*** PROVIDED INFORMATION

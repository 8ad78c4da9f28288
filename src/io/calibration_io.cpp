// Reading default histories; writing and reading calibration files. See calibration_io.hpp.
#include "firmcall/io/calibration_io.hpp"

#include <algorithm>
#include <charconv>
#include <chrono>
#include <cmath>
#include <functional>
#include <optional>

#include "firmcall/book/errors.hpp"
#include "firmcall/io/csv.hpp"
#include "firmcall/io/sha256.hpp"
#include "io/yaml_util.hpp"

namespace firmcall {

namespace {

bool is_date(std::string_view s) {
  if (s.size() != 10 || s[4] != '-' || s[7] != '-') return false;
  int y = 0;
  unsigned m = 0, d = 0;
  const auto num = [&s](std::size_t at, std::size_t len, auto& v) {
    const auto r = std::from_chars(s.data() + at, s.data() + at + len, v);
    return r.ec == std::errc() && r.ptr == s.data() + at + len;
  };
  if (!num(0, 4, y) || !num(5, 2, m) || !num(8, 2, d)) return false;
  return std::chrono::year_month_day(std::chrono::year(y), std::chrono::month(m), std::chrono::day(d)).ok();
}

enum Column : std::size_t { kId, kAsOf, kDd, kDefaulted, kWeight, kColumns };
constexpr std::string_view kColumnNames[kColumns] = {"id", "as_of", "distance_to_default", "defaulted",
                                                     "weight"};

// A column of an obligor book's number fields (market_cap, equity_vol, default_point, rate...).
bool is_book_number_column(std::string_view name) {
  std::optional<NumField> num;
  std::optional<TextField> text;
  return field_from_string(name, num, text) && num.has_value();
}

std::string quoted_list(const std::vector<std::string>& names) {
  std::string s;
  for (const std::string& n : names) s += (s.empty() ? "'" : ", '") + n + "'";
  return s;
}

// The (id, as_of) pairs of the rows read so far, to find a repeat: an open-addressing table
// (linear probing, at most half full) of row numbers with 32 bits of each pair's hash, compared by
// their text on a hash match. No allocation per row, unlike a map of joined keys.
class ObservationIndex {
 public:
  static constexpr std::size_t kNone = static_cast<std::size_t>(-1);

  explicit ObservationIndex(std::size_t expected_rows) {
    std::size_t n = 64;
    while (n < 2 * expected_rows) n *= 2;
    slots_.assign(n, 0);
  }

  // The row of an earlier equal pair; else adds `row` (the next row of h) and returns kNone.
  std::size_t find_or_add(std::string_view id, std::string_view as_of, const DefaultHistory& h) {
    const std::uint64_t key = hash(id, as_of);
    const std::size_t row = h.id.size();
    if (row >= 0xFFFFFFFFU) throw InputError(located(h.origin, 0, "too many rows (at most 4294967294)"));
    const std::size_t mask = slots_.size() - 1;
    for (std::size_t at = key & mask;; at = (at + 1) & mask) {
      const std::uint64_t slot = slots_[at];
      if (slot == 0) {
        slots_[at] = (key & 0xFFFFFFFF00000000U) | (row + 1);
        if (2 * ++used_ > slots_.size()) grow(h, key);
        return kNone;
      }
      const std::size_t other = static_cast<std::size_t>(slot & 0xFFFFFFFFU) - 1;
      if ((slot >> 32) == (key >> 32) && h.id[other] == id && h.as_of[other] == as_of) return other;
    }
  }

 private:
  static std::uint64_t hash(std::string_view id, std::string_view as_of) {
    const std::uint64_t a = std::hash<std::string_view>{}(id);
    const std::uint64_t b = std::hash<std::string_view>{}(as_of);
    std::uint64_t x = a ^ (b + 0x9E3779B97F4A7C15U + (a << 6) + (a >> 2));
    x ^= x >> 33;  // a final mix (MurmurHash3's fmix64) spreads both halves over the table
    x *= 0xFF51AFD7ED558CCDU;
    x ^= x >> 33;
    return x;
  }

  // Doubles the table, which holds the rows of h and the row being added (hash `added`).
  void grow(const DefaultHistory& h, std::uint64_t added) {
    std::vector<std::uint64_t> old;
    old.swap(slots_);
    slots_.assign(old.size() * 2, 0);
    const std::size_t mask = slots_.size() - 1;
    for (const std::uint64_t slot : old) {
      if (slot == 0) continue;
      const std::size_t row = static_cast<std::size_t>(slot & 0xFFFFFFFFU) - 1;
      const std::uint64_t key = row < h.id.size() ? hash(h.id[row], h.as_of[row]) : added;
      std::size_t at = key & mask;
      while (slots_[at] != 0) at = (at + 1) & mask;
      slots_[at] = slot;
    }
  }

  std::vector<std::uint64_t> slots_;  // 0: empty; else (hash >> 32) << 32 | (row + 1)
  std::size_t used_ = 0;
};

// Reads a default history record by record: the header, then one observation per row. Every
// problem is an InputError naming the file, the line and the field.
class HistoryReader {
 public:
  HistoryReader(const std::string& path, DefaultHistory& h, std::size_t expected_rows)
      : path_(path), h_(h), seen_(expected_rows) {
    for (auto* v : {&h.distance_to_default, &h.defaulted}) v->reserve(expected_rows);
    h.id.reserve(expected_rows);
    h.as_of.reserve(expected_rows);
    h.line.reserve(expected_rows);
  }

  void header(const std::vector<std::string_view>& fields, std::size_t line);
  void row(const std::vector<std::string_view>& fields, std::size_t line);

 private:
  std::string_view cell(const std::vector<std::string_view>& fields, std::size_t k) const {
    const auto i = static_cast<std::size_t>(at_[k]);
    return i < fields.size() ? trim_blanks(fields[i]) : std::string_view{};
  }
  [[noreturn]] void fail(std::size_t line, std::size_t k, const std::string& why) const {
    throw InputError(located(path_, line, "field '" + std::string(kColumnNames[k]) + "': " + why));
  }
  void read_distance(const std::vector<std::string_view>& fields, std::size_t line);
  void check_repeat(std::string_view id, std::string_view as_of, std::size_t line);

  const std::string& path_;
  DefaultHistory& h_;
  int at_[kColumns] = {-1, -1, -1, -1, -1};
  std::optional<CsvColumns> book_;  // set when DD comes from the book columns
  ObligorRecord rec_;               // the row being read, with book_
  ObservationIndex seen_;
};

******
*** PROVIDED INFORMATION

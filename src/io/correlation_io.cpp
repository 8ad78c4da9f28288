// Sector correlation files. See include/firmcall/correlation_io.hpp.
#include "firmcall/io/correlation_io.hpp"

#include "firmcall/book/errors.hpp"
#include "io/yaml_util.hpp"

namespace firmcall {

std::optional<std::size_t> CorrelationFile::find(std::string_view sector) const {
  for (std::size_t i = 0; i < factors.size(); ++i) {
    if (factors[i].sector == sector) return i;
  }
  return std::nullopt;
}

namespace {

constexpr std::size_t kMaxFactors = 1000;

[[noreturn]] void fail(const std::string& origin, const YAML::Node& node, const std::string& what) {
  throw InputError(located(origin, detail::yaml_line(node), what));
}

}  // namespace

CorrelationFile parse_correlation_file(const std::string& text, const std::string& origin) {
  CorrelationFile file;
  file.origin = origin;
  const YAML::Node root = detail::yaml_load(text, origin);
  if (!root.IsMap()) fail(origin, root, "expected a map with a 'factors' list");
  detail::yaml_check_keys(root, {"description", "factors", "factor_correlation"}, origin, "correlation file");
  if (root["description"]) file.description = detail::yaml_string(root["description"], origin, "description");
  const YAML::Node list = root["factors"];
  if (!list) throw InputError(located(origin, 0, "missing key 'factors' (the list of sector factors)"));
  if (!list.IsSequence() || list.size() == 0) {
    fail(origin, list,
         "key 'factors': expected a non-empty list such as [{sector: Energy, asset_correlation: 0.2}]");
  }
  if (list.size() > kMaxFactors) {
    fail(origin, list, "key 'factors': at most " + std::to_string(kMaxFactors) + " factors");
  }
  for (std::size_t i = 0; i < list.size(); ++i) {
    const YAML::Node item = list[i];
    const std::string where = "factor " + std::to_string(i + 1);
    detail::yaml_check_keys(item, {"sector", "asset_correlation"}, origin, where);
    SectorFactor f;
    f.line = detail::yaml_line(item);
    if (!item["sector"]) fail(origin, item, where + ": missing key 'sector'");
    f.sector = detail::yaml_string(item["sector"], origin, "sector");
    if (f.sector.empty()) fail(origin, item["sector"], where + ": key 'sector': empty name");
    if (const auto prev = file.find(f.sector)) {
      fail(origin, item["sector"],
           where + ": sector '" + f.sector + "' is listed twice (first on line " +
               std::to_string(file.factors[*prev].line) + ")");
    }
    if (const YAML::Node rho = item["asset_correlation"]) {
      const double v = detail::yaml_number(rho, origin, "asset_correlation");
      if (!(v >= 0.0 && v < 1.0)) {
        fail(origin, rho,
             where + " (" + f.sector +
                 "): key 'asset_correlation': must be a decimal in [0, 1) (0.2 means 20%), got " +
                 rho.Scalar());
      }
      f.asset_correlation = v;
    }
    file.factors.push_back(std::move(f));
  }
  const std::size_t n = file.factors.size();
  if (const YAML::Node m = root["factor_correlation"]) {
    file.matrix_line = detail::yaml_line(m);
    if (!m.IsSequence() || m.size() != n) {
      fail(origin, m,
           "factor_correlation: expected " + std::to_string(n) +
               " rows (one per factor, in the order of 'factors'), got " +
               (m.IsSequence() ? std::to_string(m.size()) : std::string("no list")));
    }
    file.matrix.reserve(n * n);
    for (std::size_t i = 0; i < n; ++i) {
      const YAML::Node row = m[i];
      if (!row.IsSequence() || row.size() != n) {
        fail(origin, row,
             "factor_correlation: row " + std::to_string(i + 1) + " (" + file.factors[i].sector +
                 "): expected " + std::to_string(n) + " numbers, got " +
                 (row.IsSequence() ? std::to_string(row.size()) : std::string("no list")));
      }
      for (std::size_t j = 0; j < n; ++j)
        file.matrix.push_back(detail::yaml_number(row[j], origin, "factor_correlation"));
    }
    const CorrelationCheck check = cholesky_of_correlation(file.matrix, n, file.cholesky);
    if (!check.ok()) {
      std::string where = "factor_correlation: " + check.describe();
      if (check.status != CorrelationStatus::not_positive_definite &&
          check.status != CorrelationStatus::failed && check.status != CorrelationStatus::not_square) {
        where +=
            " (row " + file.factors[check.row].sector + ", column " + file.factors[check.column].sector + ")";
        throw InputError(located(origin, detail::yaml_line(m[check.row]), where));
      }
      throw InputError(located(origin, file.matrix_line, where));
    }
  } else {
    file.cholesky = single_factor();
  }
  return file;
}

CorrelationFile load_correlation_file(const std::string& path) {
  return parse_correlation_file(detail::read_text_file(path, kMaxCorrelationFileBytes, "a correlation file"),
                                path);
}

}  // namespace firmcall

******

In the records above, how many lines include "vector"? Reply only with the number.

7